Just imagine if git had some other magical copy of the repo somewhere, maybe even on the local machine you develop on, now that would save your data in a case like this
Nowadays since nobody wants to do sysadmin work and since most startups and companies feel that a pure sysadmin job it is a waste of money they slap 'must code shell and chef' on top, call it DevOps but then just treat them just as badly as before. The 'DevOps' term is just is misused as 'Agile' nowadays. What I have seen in practice is DevOps are Ops that Develop scripts, or worse a DevOps team/role between Devs and Ops ... and a new silo is created instead of walls broken. Most Agile shops are actually chaos driven with anything goes since Sales promised a feature to a prospect customer yesterday, every week.
I see another problem on top of failing backups (really?) and a tired system admin deleting the wrong files (not precisely ideal, but within the kind of errors which should be expected): allowing to delete these files at all.
If your whole business is about dealing with the data which a big number of users generate at any point, you should (after having made completely sure that your backup system is rock solid) restrict as much as possible the access to such valuable information; not just to avoid unintended deletions, but also to account for other potential problems (e.g., privacy protection). There are many ways to do so, even after having developed the whole system; for example, giving read-only access unless strictly required like high-level admin personnel (who can use these credentials only after passing through a further validation step) or automated applications (whose credentials are regularly generated and nobody knows).

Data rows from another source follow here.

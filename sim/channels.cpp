#include "sim/channels.hpp"

#include <algorithm>
#include <climits>
#include <map>
#include <optional>

#include <boost/random/uniform_01.hpp>

#include "models/random_streams.hpp"

namespace tocsin {

double delivery_minutes(const Plan& plan) {
    switch (plan.channel) {
        case Channel::page: return 0.0;
        case Channel::chart_interruption:
        case Channel::score_lookup: return plan.chart.interruption_minutes;
        case Channel::handoff_list: return plan.handoff.minutes_per_flag;
        case Channel::ranked_review: return plan.review.minutes_per_review;
    }
    return 0.0;
}

void openings_for_encounter(const SimulationSetup& setup, const Population& pop, const ChartOpeningLog* replayed,
                            std::size_t e, std::uint64_t replication, EncounterOpenings& out, bool with_lookups) {
    out.openings.clear();
    out.acceptance_draws.clear();
    out.lookup_draws.clear();
    if (!setup.chart_openings) return;
    const auto& roles = setup.chart_openings->roles;
    if (!setup.chart_openings->replay_path.empty()) {
        if (!replayed) throw std::logic_error("the scenario replays chart openings but none were loaded");
        const auto span = replayed->of(e);
        out.openings.assign(span.begin(), span.end());
    } else {
        generate_chart_openings(roles, pop.encounters[e], e, setup.zone, ReplicationSeed{setup.seed, replication},
                                out.openings);
    }
    if (out.role_keys.size() != roles.size()) {
        out.role_keys.clear();
        for (const ChartOpeningRole& r : roles) out.role_keys.push_back(text_entity(r.name));
    }
    boost::random::uniform_01<double> draw;
    out.acceptance_draws.reserve(out.openings.size());
    for (std::size_t i = 0; i < out.openings.size(); ++i) {
        const ChartOpening& o = out.openings[i];
        // Openings are in time order, so equal (instant, role) pairs sit within one run of equal instants.
        std::uint64_t occurrence = 0;
        for (std::size_t j = i; j > 0 && out.openings[j - 1].at == o.at;) occurrence += out.openings[--j].role == o.role;
        SplitMixEngine accept = make_short_stream(
            ReplicationSeed{setup.seed, replication}, StreamPurpose::chart_acceptance,
            entity_key({e, out.role_keys[o.role], static_cast<std::uint64_t>(o.at), occurrence}));
        out.acceptance_draws.push_back(draw(accept));
        if (!with_lookups) continue;
        // Keyed as the acceptance draw but by its own purpose: the same look-ups in every look-up plan.
        SplitMixEngine lookup = make_short_stream(
            ReplicationSeed{setup.seed, replication}, StreamPurpose::score_lookup,
            entity_key({e, out.role_keys[o.role], static_cast<std::uint64_t>(o.at), occurrence}));
        out.lookup_draws.push_back(draw(lookup));
    }
}

namespace {

// The openings a chart-opening plan sees (its role's, or every role's), in
// time order, with `state` fed every score available by each: calls
// `at_opening(index, opening)` and returns how many there were.
template <class AtOpening>
std::int64_t walk_openings(const Plan& plan, std::span<const Score> scores, const EncounterOpenings& openings,
                           RuleState& state, AtOpening&& at_opening) {
    std::size_t next = 0;
    std::int64_t seen = 0;
    for (std::size_t i = 0; i < openings.openings.size(); ++i) {
        const ChartOpening& o = openings.openings[i];
        if (plan.chart.role && o.role != *plan.chart.role) continue;
        ++seen;
        while (next < scores.size() && scores[next].available_at <= o.at) state.see(scores[next++]);
        at_opening(i, o);
    }
    return seen;
}

}  // namespace

std::int64_t fire_chart_rule(const Plan& plan, const RuleClock& clock, std::span<const Score> scores,
                             const EncounterOpenings& openings, std::uint32_t encounter, std::uint32_t unit,
                             std::uint32_t plan_index, std::vector<Notice>& out) {
    RuleState state(plan.rule, clock);
    const NoticeOrigin origin{encounter, unit, plan_index, Channel::chart_interruption};
    return walk_openings(plan, scores, openings, state, [&](std::size_t i, const ChartOpening& o) {
        const auto reason = state.fire_if_due(o.at);
        if (!reason) return;
        const bool accepted = openings.acceptance_draws[i] < plan.chart.acceptance_probability;
        out.push_back(make_notice(origin, o.at, state.latest(), *reason, accepted, o.role));
        out.back().response_draw = openings.acceptance_draws[i];
    });
}

std::int64_t fire_lookup_rule(const Plan& plan, const RuleClock& clock, std::span<const Score> scores,
                              const EncounterOpenings& openings, std::uint32_t encounter, std::uint32_t unit,
                              std::uint32_t plan_index, std::vector<Notice>& out) {
    RuleState state(plan.rule, clock);
    const NoticeOrigin origin{encounter, unit, plan_index, Channel::score_lookup};
    return walk_openings(plan, scores, openings, state, [&](std::size_t i, const ChartOpening& o) {
        const auto hour = static_cast<std::size_t>(local_hour(*clock.zone, o.at));
        if (!(openings.lookup_draws[i] < plan.chart.lookup_probability[hour])) return;
        if (!state.has_seen()) return;  // nothing to look up yet
        const auto reason = state.fire_if_due(o.at);
        out.push_back(make_notice(origin, o.at, state.latest(), reason ? *reason : NoticeReason::looked_up,
                                  reason.has_value(), o.role));
    });
}

std::vector<Instant> daily_instants(const std::vector<int>& times_minutes, const TimeZone& zone, Instant from,
                                    Instant to) {
    std::vector<Instant> out;
    const std::int64_t first_day = (zone.to_local_seconds(from) - days(1)) / 86400;
    const std::int64_t last_day = (zone.to_local_seconds(to) + days(1)) / 86400;
    for (std::int64_t d = first_day; d <= last_day; ++d) {
        const CivilTime date = civil_from_instant(d * 86400);
        for (int m : times_minutes) {
            CivilTime c = date;
            c.hour = m / 60;
            c.minute = m % 60;
            c.second = 0;
            const Instant t = zone.from_local(c);
            if (t >= from && t <= to) out.push_back(t);
        }
    }
    std::sort(out.begin(), out.end());
    out.erase(std::unique(out.begin(), out.end()), out.end());
    return out;
}

namespace {

struct Inpatient {
    Inpatient(const Rule& rule, const RuleClock& clock) : rule(rule, clock) {}
    std::size_t next_score = 0;  // scores before it have been seen
    RuleState rule;
};

// The current inpatients at the last instant the census was advanced to, each
// with its rule state fed every score available by then. Instants must be
// visited in increasing order.
class Census {
public:
    Census(const Population& pop, std::size_t score, const Rule& rule, const RuleClock& clock)
        : pop_(pop), score_(score), rule_(rule), clock_(clock), by_admission_(pop.encounters.size()) {
        for (std::uint32_t e = 0; e < by_admission_.size(); ++e) {
            by_admission_[e] = e;
            first_ = std::min(first_, pop.encounters[e].admitted);
            last_ = std::max(last_, Population::usable_until(pop.encounters[e]));
        }
        std::stable_sort(by_admission_.begin(), by_admission_.end(), [&](std::uint32_t a, std::uint32_t b) {
            return pop.encounters[a].admitted < pop.encounters[b].admitted;
        });
    }

    // The earliest admission and the latest end of a usable stay.
    Instant first() const { return first_; }
    Instant last() const { return last_; }

    // Admits the patients admitted by `t`, lets go those whose stay is no
    // longer usable at `t`, and feeds every patient the scores available at `t`.
    void advance_to(Instant t) {
        for (; next_admission_ < by_admission_.size() && pop_.encounters[by_admission_[next_admission_]].admitted <= t;
             ++next_admission_) {
            const std::uint32_t e = by_admission_[next_admission_];
            if (Population::usable_until(pop_.encounters[e]) <= t) continue;
            patients_.try_emplace(e, rule_, clock_);
        }
        std::erase_if(patients_,
                      [&](const auto& item) { return Population::usable_until(pop_.encounters[item.first]) <= t; });
        for (auto& [e, patient] : patients_) {
            const auto scores = pop_.scores_of(e, score_);
            while (patient.next_score < scores.size() && scores[patient.next_score].available_at <= t)
                patient.rule.see(scores[patient.next_score++]);
        }
    }

    // Ordered by encounter index.
    std::map<std::uint32_t, Inpatient>& patients() { return patients_; }

private:
    const Population& pop_;
    std::size_t score_;  // the plan's score
    const Rule& rule_;
    RuleClock clock_;
    std::vector<std::uint32_t> by_admission_;
    std::size_t next_admission_ = 0;
    Instant first_ = INT64_MAX, last_ = INT64_MIN;
    std::map<std::uint32_t, Inpatient> patients_;
};

// What one plan's round needs besides the census.
struct RoundContext {
    const Population& pop;
    const Plan& plan;
    std::uint32_t plan_index;
    ReplicationSeed draws;
};

NoticeOrigin origin_of(const RoundContext& c, std::uint32_t e) {
    return NoticeOrigin{e, c.pop.encounters[e].unit, c.plan_index, c.plan.channel};
}

// A handoff at `t`: every current inpatient whose rule fires is flagged, one
// round per unit.
void handoff_round(const RoundContext& c, Instant t, Census& census, PlanRecord& record) {
    std::vector<Round> rounds(c.pop.units.size());
    for (std::uint32_t u = 0; u < rounds.size(); ++u) rounds[u] = Round{t, u, 0, 0, 0.0};
    boost::random::uniform_01<double> draw;
    for (auto& [e, patient] : census.patients()) {
        const auto reason = patient.rule.fire_if_due(t);
        if (!reason) continue;
        // Keyed by patient and handoff instant: the same draw in every plan
        // flagging this patient at this handoff, whatever its other handoff times.
        SplitMixEngine follow_up = make_short_stream(c.draws, StreamPurpose::handoff_follow_up,
                                                     entity_key({e, static_cast<std::uint64_t>(t)}));
        const bool followed_up = draw(follow_up) < c.plan.handoff.follow_up_probability;
        const Notice& n = record.notices.emplace_back(
            make_notice(origin_of(c, e), t, patient.rule.latest(), *reason, followed_up));
        Round& r = rounds[n.unit];
        ++r.listed;
        ++r.acted;
        r.minutes += c.plan.handoff.minutes_per_flag;
    }
    record.rounds.insert(record.rounds.end(), rounds.begin(), rounds.end());
}

struct Candidate {
    double score;
    Instant score_available_at;
    const std::string* id;
    std::uint32_t encounter;
    NoticeReason reason;
};

bool ranks_before(const Candidate& a, const Candidate& b) {
    if (a.score != b.score) return a.score > b.score;
    if (a.score_available_at != b.score_available_at) return a.score_available_at < b.score_available_at;
    return *a.id < *b.id;
}

// A review at `t`: the candidates whose rule would fire, per scope group,
// ranked and cut to the top N; the team reviews them rank by rank across
// groups within its capacity.
void review_round(const RoundContext& c, Instant t, Census& census, PlanRecord& record) {
    const ReviewSettings& review = c.plan.review;
    const bool per_unit = review.scope == ReviewScope::unit;
    std::vector<std::vector<Candidate>> groups(per_unit ? c.pop.units.size() : 1);
    for (auto& [e, patient] : census.patients()) {
        const auto reason = patient.rule.would_fire(t);
        if (!reason) continue;
        const Score& latest = c.pop.scores_of(e, c.plan.score)[patient.next_score - 1];
        groups[per_unit ? c.pop.encounters[e].unit : 0].push_back(
            {latest.value, latest.available_at, &c.pop.encounters[e].id, e, *reason});
    }
    const auto top_n = static_cast<std::size_t>(review.top_n);
    std::vector<Round> rounds(groups.size());
    for (std::size_t g = 0; g < groups.size(); ++g) {
        auto& list = groups[g];
        std::sort(list.begin(), list.end(), ranks_before);
        if (list.size() > top_n) list.resize(top_n);
        rounds[g] = Round{t, per_unit ? static_cast<std::uint32_t>(g) : whole_hospital,
                          static_cast<std::int32_t>(list.size()), 0, 0.0};
        for (const Candidate& cand : list) record.listed.emplace_back(cand.encounter, t);
    }
    const int capacity = review.max_reviews_per_round.value_or(INT_MAX);
    int reviewed = 0;
    for (std::size_t rank = 0; rank < top_n; ++rank)
        for (std::size_t g = 0; g < groups.size(); ++g) {
            if (rank >= groups[g].size() || reviewed >= capacity) continue;
            const Candidate& cand = groups[g][rank];
            census.patients().at(cand.encounter).rule.fired(t, cand.reason);
            record.notices.push_back(make_notice(origin_of(c, cand.encounter), t, cand.score, cand.reason));
            ++reviewed;
            ++rounds[g].acted;
            rounds[g].minutes += review.minutes_per_review;
        }
    record.rounds.insert(record.rounds.end(), rounds.begin(), rounds.end());
}

}  // namespace

PlanRecord run_round_channel(const SimulationSetup& setup, const Population& pop, const ShiftCalendar& cal, const Plan& plan,
                             std::uint32_t plan_index, std::uint64_t replication) {
    PlanRecord record;
    const bool handoff = plan.channel == Channel::handoff_list;
    if (pop.encounters.empty()) return record;
    const std::vector<int>& times = handoff ? (plan.handoff.times_minutes.empty() ? setup.shifts.start_minutes
                                                                                   : plan.handoff.times_minutes)
                                            : plan.review.times_minutes;
    const Rule rule = channel_rule(plan);
    Census census(pop, plan.score, rule, RuleClock{&setup.zone, &cal});
    const RoundContext context{pop, plan, plan_index, ReplicationSeed{setup.seed, replication}};
    for (const Instant t : daily_instants(times, setup.zone, census.first(), census.last())) {
        census.advance_to(t);
        if (handoff)
            handoff_round(context, t, census, record);
        else
            review_round(context, t, census, record);
    }
    record.occasions = static_cast<std::int64_t>(record.rounds.size());
    return record;
}

}  // namespace tocsin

These problems are usually provoked when developing/dealing with a system without putting the whole focus on technical aspects/what is best for it from a technical perspective. They shouldn't exist at all when doing everything properly at each stage from development to deployment, administration, general policies, etc.
Custom Solvers 2.0 = Alvaro Carballo Garcia = varocarbas.
Good choice. But, I always use this prompt:
PS1='C:$(echo ${PWD//\//\\\} | tr "[:lower:]" "[:upper:]" | sed -e"s/\\([^\\]\\{6\\}\\)[^\\]\\{2,\\}/\\1~1/g" ) >'
SJW n. One who posts facts.
I don't care if this is a mistake and screw up of their own making (and it is, on every level) - if you've ever worked as sysadmin you have got to feel for these guys.
Something like this is going to happen sooner or later. It cannot really be avoided. BCM and recovery tests are the only way to be sure your replication/journaling/etc. works and your backups can be restored.
Of course in this age of incompetent bean-counters, these are often skipped, because "everything works" and these test do involve downtime.
Most ACs are not even worth the keystrokes to insult them. Be generically insulted by this and ignored otherwise.
Editors. I understand that any loss is bad but holy hyperbole batman... the title reads like a nuke was dropped on Gitlab's datacenters. I had to read halfway through the post to see they lost six (6!) hours of data. Again, really bad, but just losing six hours of data would be a case study in success for a lot of companies and definitely not a "melt-down".